Updated 4:43am 28 March 2012

Kirkby actor Stephen Graham: My ambition is to be on CBeebies

Stephen Graham

Danny's wise-cracking humour, at the beginning of the drama, also rang true.

“Their humour is quite dark – I love that. You need that, otherwise everyone is going to be sitting there feeling very depressed. You have to find a way of pulling people out of it. That's what Danny is like. But then he self-destructs," he says.

Graham was recently snapped up by director Martin Scorsese, no less, to play the most notorious hard man of modern times.

“I was just sat at home and my agent called,” he says. “He said to me: ‘Are you sitting down? and then said, ‘Marty wants to use you in this HBO series about gangsters in 1920s USA. He’s said he doesn’t want anyone but you to play Al Capone’.

“We are only shooting the pilot episode at first, so I need to get everything set up in case it gets the green light and I’ll be there for a while. Then I’ll need to get my family over there.”

He was thrilled at a rare chance to return to his roots – and use his natural accent – to film Awaydays, written and directed by Kevin Sampson.

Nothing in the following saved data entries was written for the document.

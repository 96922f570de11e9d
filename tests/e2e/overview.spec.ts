import { DEMO, expect, expectCleanPage, signIn, test } from "./fixtures";

test("signed out, the console asks to sign in and then returns to the page", async ({ page, watch }) => {
  await page.goto("/sites/larch-lane");
  await expect(page).toHaveURL(/\/sign-in\?next=%2Fsites%2Flarch-lane/);
  await page.getByLabel("E-mail").fill(DEMO.integrator);
  await page.getByLabel("Password").fill("larch-lane-demo");
  await page.getByRole("button", { name: "Sign in" }).click();
  await expect(page).toHaveURL(/\/sites\/larch-lane$/);
  await expectCleanPage(page, watch);
});

test("the overview shows the demo site's zones and devices from the database", async ({ page, watch }) => {
  await signIn(page, DEMO.integrator);
  await expect(page).toHaveURL(/\/sites$/);
  await page.getByRole("link", { name: /Larch Lane Studio/ }).click();

  await expect(page.getByRole("heading", { level: 1, name: "Larch Lane Studio" })).toBeVisible();
  for (const zone of ["Shop floor", "Workshop", "Textile room", "Front path", "Back door", "Flat"]) {
    await expect(page.getByRole("heading", { level: 3, name: zone, exact: true })).toBeVisible();
  }
  const path = page.getByRole("article", { name: "Zone Front path" });
  await expect(path.getByText("Front path motion sensor")).toBeVisible();
  await expect(path.getByText("group 0xC004")).toBeVisible();
  await expect(page.getByRole("link", { name: "Overview" })).toHaveAttribute("aria-current", "page");
  await expectCleanPage(page, watch);
});

test("the device filter narrows the zones by name and power source", async ({ page, watch }) => {
  await signIn(page, DEMO.manager, undefined, "/sites/larch-lane");
  await page.getByLabel("Find a device").fill("climate");
  await expect(page.getByText("3 of 28 devices match.")).toBeVisible();
  await expect(page.getByRole("article", { name: "Zone Front path" })).toHaveCount(0);

  await page.getByLabel("Find a device").fill("");
  await page.getByLabel("Power").selectOption("kinetic");
  await expect(page.getByText("4 of 28 devices match.")).toBeVisible();
  await expect(page.getByRole("article", { name: "Zone Shop floor" }).getByText("Counter call button")).toBeVisible();
  // Managers do not manage members.
  await expect(page.getByRole("link", { name: "Members" })).toHaveCount(0);
  await expectCleanPage(page, watch);
});

test("an unknown site shows a not-found page", async ({ page }) => {
  await signIn(page, DEMO.integrator);
  const res = await page.goto("/sites/no-such-site");
  expect(res?.status()).toBe(404);
  await expect(page.getByRole("heading", { name: "No such site" })).toBeVisible();
});
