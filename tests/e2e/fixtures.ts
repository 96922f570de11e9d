import { test as base, expect, type Page } from "@playwright/test";

type Watch = { offsite: string[]; consoleErrors: string[] };

/**
 * Every test page records requests that leave this machine and console errors,
 * and aborts the former so nothing ever reaches the network.
 */
export const test = base.extend<{ watch: Watch }>({
  watch: async ({ page }, provide) => {
    const watch: Watch = { offsite: [], consoleErrors: [] };
    await page.route("**/*", (route) => {
      const host = new URL(route.request().url()).hostname;
      if (host === "localhost" || host === "127.0.0.1" || host === "[::1]") return route.continue();
      watch.offsite.push(route.request().url());
      return route.abort();
    });
    page.on("console", (m) => {
      if (m.type() === "error") watch.consoleErrors.push(m.text());
    });
    page.on("pageerror", (e) => watch.consoleErrors.push(e.message));
    await provide(watch);
  },
});

export async function expectCleanPage(page: Page, watch: Watch) {
  await page.waitForLoadState("networkidle");
  expect(watch.offsite, "requests that left localhost").toEqual([]);
  expect(watch.consoleErrors, "console errors").toEqual([]);
}

export { expect };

Set in Wirral in the early 80s, it tells the story of a young Tranmere Rovers fan who is desperate to be accepted into hooligan gang The Pack which is led by Millen – “ex-Army and a bit of a loon . . . “ It was a story that chimed with memories for him.

“I’ve got this great jet black hair and a thin tache and looking back at family photos they all seemed to have the same tache.

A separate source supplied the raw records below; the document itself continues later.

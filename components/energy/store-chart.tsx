"use client";

import { Area, CartesianGrid, ComposedChart, Line, ReferenceArea, ReferenceLine, ResponsiveContainer, Tooltip, XAxis, YAxis } from "recharts";
import { formatJoules, hourLabel, sig } from "./format";

/** Contiguous runs of hour indices: [3,4,5,9] → [[3,5],[9,9]]. */
export function hourRuns(hours: number[]): [number, number][] {
  const runs: [number, number][] = [];
  for (const h of hours) {
    const last = runs[runs.length - 1];
    if (last && h === last[1] + 1) last[1] = h;
    else runs.push([h, h]);
  }
  return runs;
}

type Props = { storedJ: number[]; lux: number[]; brownoutHours: number[]; usableJ: number; hourStarts: number[]; timeZone: string };

/** Stored energy over the week (amber area), the light at the device (slate line) and brown-out hours (clay bands). */
export function StoreChart({ storedJ, lux, brownoutHours, usableJ, hourStarts, timeZone }: Props) {
  const data = storedJ.map((stored, h) => ({ h, stored, lux: lux[h] }));
  const runs = hourRuns(brownoutHours);
  const summary =
    runs.length === 0
      ? "It never browns out in this week."
      : `It browns out in ${brownoutHours.length} of the week's 168 hours: ${runs
          .slice(0, 6)
          .map(([a, b]) => `${hourLabel(hourStarts[a], timeZone)}–${hourLabel(hourStarts[b] + 3_600_000, timeZone)}`)
          .join("; ")}${runs.length > 6 ? " …" : ""}.`;
  return (
    <figure className="rounded-xl border border-line bg-paper p-3">
      <figcaption className="mb-2 text-sm">
        <span className="font-bold">Stored energy over the week, hour by hour</span> (usable store {formatJoules(usableJ)}). {summary}
      </figcaption>
      <div role="img" aria-label={`Chart of stored energy over the week. ${summary}`} className="h-64 w-full">
        <ResponsiveContainer width="100%" height="100%">
          <ComposedChart data={data} margin={{ top: 8, right: 8, bottom: 0, left: 0 }}>
            <CartesianGrid stroke="#d8ddd6" strokeDasharray="3 3" />
            <XAxis dataKey="h" type="number" domain={[0, 167]} ticks={[0, 24, 48, 72, 96, 120, 144]} tickFormatter={(h: number) => hourLabel(hourStarts[h], timeZone).slice(0, 3)} tick={{ fontSize: 12 }} />
            <YAxis yAxisId="j" tickFormatter={(v: number) => `${sig(v, 2)} J`} width={56} tick={{ fontSize: 12 }} domain={[0, usableJ]} />
            <YAxis yAxisId="lx" orientation="right" tickFormatter={(v: number) => `${sig(v, 2)} lx`} width={60} tick={{ fontSize: 12 }} />
            {runs.map(([a, b]) => (
              <ReferenceArea key={a} yAxisId="j" x1={a} x2={b + 1} fill="#b8553a" fillOpacity={0.25} stroke="#b8553a" strokeOpacity={0.5} ifOverflow="extendDomain" />
            ))}
            <ReferenceLine yAxisId="j" y={usableJ} stroke="#5b6b7a" strokeDasharray="4 4" />
            <Area yAxisId="j" type="stepAfter" dataKey="stored" name="Stored energy" stroke="#d99a1e" fill="#d99a1e" fillOpacity={0.3} isAnimationActive={false} />
            <Line yAxisId="lx" type="stepAfter" dataKey="lux" name="Illuminance at the device" stroke="#5b6b7a" dot={false} strokeWidth={1} isAnimationActive={false} />
            <Tooltip
              labelFormatter={(h) => hourLabel(hourStarts[Number(h)], timeZone)}
              formatter={(v, name) => (name === "Stored energy" ? formatJoules(Number(v)) : `${sig(Number(v))} lx`)}
            />
          </ComposedChart>
        </ResponsiveContainer>
      </div>
      <p className="mt-2 flex flex-wrap gap-4 text-xs text-slate">
        <span><span aria-hidden="true" className="mr-1 inline-block h-2.5 w-4 bg-harvest/60 align-middle" />Stored energy (J, left)</span>
        <span><span aria-hidden="true" className="mr-1 inline-block h-0.5 w-4 bg-slate align-middle" />Illuminance at the device (lx, right)</span>
        <span><span aria-hidden="true" className="mr-1 inline-block h-2.5 w-4 bg-clay/40 align-middle" />Brown-out hours</span>
        <span><span aria-hidden="true" className="mr-1 inline-block w-4 border-t border-dashed border-slate align-middle" />Full store</span>
      </p>
    </figure>
  );
}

“I was the image of Yosser Hughes, in Boys From The Black Stuff. It brought back memories of going to watch Liverpool as a kid and paying a fiver to sit in the kids’ Kop. Baby Millen is ex-Army and a bit of a loon ball. He definitely doesn’t want to grow up.

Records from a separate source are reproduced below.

"use client";

import { useQuery } from "@tanstack/react-query";
import Link from "next/link";
import { useMemo, useState } from "react";
import { fetchJson } from "@/components/api/fetch-json";
import { ErrorPanel } from "@/components/ui/error-panel";
import { LoadingPanel } from "@/components/ui/loading-panel";
import { PowerBadge } from "@/components/ui/power-badge";
import { DEVICE_KIND_INFO } from "@/lib/catalogue/device-kinds";
import { evaluateDevice, hourlyLux } from "@/lib/energy/model";
import type { DeviceEnergyResponse } from "@/lib/energy/summary";
import type { DeviceEnergyInput, DeviceEnergyResult } from "@/lib/energy/types";
import type { EnergyQuery } from "@/lib/validation/energy";
import { energyHref } from "./energy-panel";
import { ExplanationList } from "./explanation-list";
import { formatHours, formatInterval, formatJoules, formatMargin, sig } from "./format";
import { StoreChart } from "./store-chart";
import { VERDICT_LABEL, VerdictBadge } from "./verdict-badge";
import { parseWhatIf, WhatIfForm, type WhatIfKey, type WhatIfText } from "./what-if-form";

export function DeviceEnergy({ siteId, deviceId, query }: { siteId: string; deviceId: string; query: EnergyQuery }) {
  const res = useQuery({
    queryKey: ["sites", siteId, "energy", query.source, query.week, deviceId],
    queryFn: () => fetchJson<DeviceEnergyResponse>(`/api/sites/${siteId}/energy/${deviceId}?source=${query.source}&week=${query.week}`),
  });
  if (res.isPending) return <LoadingPanel label="Working out this device's budget…" />;
  if (res.isError) return <ErrorPanel title="This device's budget could not be worked out." detail={res.error.message} onRetry={() => void res.refetch()} />;
  return <DeviceEnergyView siteId={siteId} query={query} data={res.data} />;
}

function currentValues(input: DeviceEnergyInput): Record<WhatIfKey, number | null> {
  const periodic = input.messages.find((m) => m.intervalS !== undefined);
  return {
    luxAtFull: input.power === "solar" ? input.light.luxAtFull : null,
    cellAreaCm2: input.power === "solar" ? input.energy.harvester.cellAreaCm2 : null,
    reportingIntervalS: periodic?.intervalS ?? null,
    repeats: input.energy.radio.repeats,
  };
}

function DeviceEnergyView({ siteId, query, data }: { siteId: string; query: EnergyQuery; data: DeviceEnergyResponse }) {
  const { input } = data;
  const [text, setText] = useState<WhatIfText>({});
  const { values, errors } = parseWhatIf(text);
  const key = JSON.stringify(values);
  // The same model the server ran, rerun here on every change: a few milliseconds at most.
  const result = useMemo(() => evaluateDevice(input, JSON.parse(key)), [input, key]);
  const lux = useMemo(() => (input.power === "solar" ? hourlyLux(applyLux(input, values.luxAtFull)) : []), [input, values.luxAtFull]);
  const isWhatIf = Object.keys(values).length > 0;

  return (
    <div className="space-y-5">
      <p className="text-sm">
        <Link href={energyHref(siteId, query)} className="font-semibold underline underline-offset-2">
          ← Energy budget
        </Link>
      </p>
      <header className="flex flex-wrap items-center gap-3">
        <h1 className="text-2xl font-extrabold">{input.name}</h1>
        <VerdictBadge verdict={result.verdict} />
        <PowerBadge power={input.power} />
        <span className="text-sm text-slate">
          {DEVICE_KIND_INFO[input.kind].label}
          {input.zoneName ? ` · ${input.zoneName}` : ""} · {data.source === "draft" ? "draft rules" : "active rules"} · {data.weekLabel}
        </span>
      </header>
      <Verdict result={result} isWhatIf={isWhatIf} isKinetic={input.power === "kinetic"} />
      {data.notes.map((n) => (
        <p key={n} role="note" className="rounded-md border border-harvest/60 bg-harvest/10 px-3 py-2 text-sm">{n}</p>
      ))}
      {input.typicalSections.length ? (
        <div role="note" className="rounded-md border border-line bg-paper px-3 py-2 text-sm">
          <p className="font-semibold">Parts of this verdict rest on typical values, not the installed device — enter yours in its profile on the Devices page:</p>
          <ul className="ml-5 list-disc text-slate">
            {input.typicalSections.map((s) => (
              <li key={s.section}>
                <strong className="text-ink">{s.section}</strong>: {s.source}
              </li>
            ))}
          </ul>
        </div>
      ) : null}
      {input.observed ? (
        <p className="text-sm">
          Event log: {input.observed.messages} reports over {sig(input.observed.days)} day(s), {sig(input.observed.messagesPerDay)} a day
          {input.observed.messagesPerDay > result.messagesPerDay * 1.2 ? <strong className="text-clay"> — more than the rules explain ({sig(result.messagesPerDay)} a day): check the device&apos;s own settings.</strong> : "."}
        </p>
      ) : null}
      <Figures result={result} />
      <div className="grid gap-4 lg:grid-cols-[2fr_1fr]">
        {result.week && input.power === "solar" ? (
          <StoreChart storedJ={result.week.storedJ} lux={lux} brownoutHours={result.week.brownoutHours} usableJ={result.usableStorageJ} hourStarts={input.light.hourStarts} timeZone={data.timeZone} />
        ) : (
          <KineticBars result={result} />
        )}
        <div className="space-y-2">
          <WhatIfForm text={text} errors={errors} current={currentValues(input)} isKinetic={input.power === "kinetic"} onChange={(k, v) => setText((t) => ({ ...t, [k]: v }))} onReset={() => setText({})} />
          <p className="text-xs text-slate" aria-live="polite">
            {isWhatIf ? "What-if: recomputed in your browser as you type. Nothing is saved." : "Showing the device as configured."}
          </p>
        </div>
      </div>
      <ExplanationList explanations={result.explanations} />
    </div>
  );
}

function applyLux(input: DeviceEnergyInput & { power: "solar" }, luxAtFull: number | undefined) {
  return luxAtFull === undefined ? input : { ...input, light: { ...input.light, luxAtFull } };
}

function Verdict({ result, isWhatIf, isKinetic }: { result: DeviceEnergyResult; isWhatIf: boolean; isKinetic: boolean }) {
  const head = `${isWhatIf ? "With these what-ifs it is" : "It is"} ${VERDICT_LABEL[result.verdict]}: margin ${formatMargin(Number.isFinite(result.margin) ? result.margin : null)}.`;
  return (
    <div role="status" className={`rounded-xl border px-4 py-3 ${result.verdict === "short" ? "border-clay/50 bg-clay/5" : result.verdict === "tight" ? "border-harvest/60 bg-harvest/10" : "border-moss/40 bg-moss/5"}`}>
      <p className="font-bold">{head}</p>
      {result.ruleImpact ? (
        <p className="text-sm">
          Because of rule <strong>{result.ruleImpact.ruleNodeIds.join(", ")}</strong>: without what it asks of this device the verdict would be {VERDICT_LABEL[result.ruleImpact.verdictWithout]}.{" "}
          {isKinetic ? "Change it on the Canvas, or send each message with fewer repeats." : "Relax it on the Canvas (a longer report interval), or give the device more light or a larger cell."}
        </p>
      ) : null}
    </div>
  );
}

function Figures({ result }: { result: DeviceEnergyResult }) {
  const items: [string, string][] = [
    ["Harvested per day", formatJoules(result.harvestPerDayJ)],
    ["Spent per day", formatJoules(result.spendPerDayJ)],
    ["Messages per day", sig(result.messagesPerDay)],
    ["Energy per message", `${sig(result.messageEnergyUj)} µJ`],
    ["Usable store", formatJoules(result.usableStorageJ)],
  ];
  if (result.kinetic) {
    items.push(["One press pays for", `${result.kinetic.affordablePerActuation} messages`], ["The rules send per press", `${result.kinetic.neededPerActuation} messages`]);
  } else {
    items.push(
      ["In darkness from full", formatHours(result.darkHours)],
      ["Least illuminance", result.leastLux ? `${sig(result.leastLux.lux)} lx for ${sig(result.leastLux.hoursPerDay)} h/day` : "—"],
      ["Most reports it can afford", result.maxMessagesPerDay ? `${sig(result.maxMessagesPerDay)} a day (every ${formatInterval(result.shortestIntervalS)})` : "none"],
      ["Brown-out hours in the week", `${result.week?.brownoutHours.length ?? 0} h`],
    );
  }
  return (
    <dl className="grid grid-cols-2 gap-2 sm:grid-cols-3 lg:grid-cols-5">
      {items.map(([k, v]) => (
        <div key={k} className="rounded-lg border border-line bg-paper px-3 py-2">
          <dt className="text-xs text-slate">{k}</dt>
          <dd className="font-bold tabular-nums">{v}</dd>
        </div>
      ))}
    </dl>
  );
}

/** For a kinetic switch: the energy one press delivers beside what the rules' messages need. */
function KineticBars({ result }: { result: DeviceEnergyResult }) {
  if (!result.kinetic) return null;
  const have = result.kinetic.energyPerActuationUj;
  const need = result.kinetic.neededPerActuation * result.messageEnergyUj;
  const max = Math.max(have, need);
  const bar = (label: string, uj: number, className: string) => (
    <div>
      <div className="flex justify-between text-sm">
        <span>{label}</span>
        <span className="tabular-nums font-semibold">{sig(uj)} µJ</span>
      </div>
      <div className="h-4 w-full rounded bg-fog" aria-hidden="true">
        <div className={`h-4 rounded ${className}`} style={{ width: `${(uj / max) * 100}%` }} />
      </div>
    </div>
  );
  return (
    <figure className="space-y-3 rounded-xl border border-line bg-paper p-3">
      <figcaption className="text-sm font-bold">One press: energy delivered vs energy the rules&apos; messages need</figcaption>
      {bar("Delivered by one press", have, "bg-harvest")}
      {bar(`Needed: ${result.kinetic.neededPerActuation} message(s) × ${sig(result.messageEnergyUj)} µJ`, need, need > have ? "bg-clay" : "bg-moss")}
    </figure>
  );
}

“It takes you back to the last big recession when everyone was losing their jobs and fellas would sit in the betting shop or pub all day.

“Heroin became rife and I knew a lot of good people who got pulled into that trap of addiction. In Baby’s case, running with a gang is all he’s got to cling onto. It gave people a sense of purpose even if it was a mad one. Sheer tribalism.”

They’re roles that couldn’t be further from life in his quiet Leicestershire village. Married to Hannah and father to Grace, four, and Alfie, two, his secret ambition is to appear on CBeebies Story Hour.

“It’s my number one ambition at the moment,” confesses Graham.

“I’d love to actually be in something my youngsters can watch. I love reading to them at bedtime, so I think I’d be perfect for it.”

OCCUPATION starts on BBC 1 on June 16, at 9pm.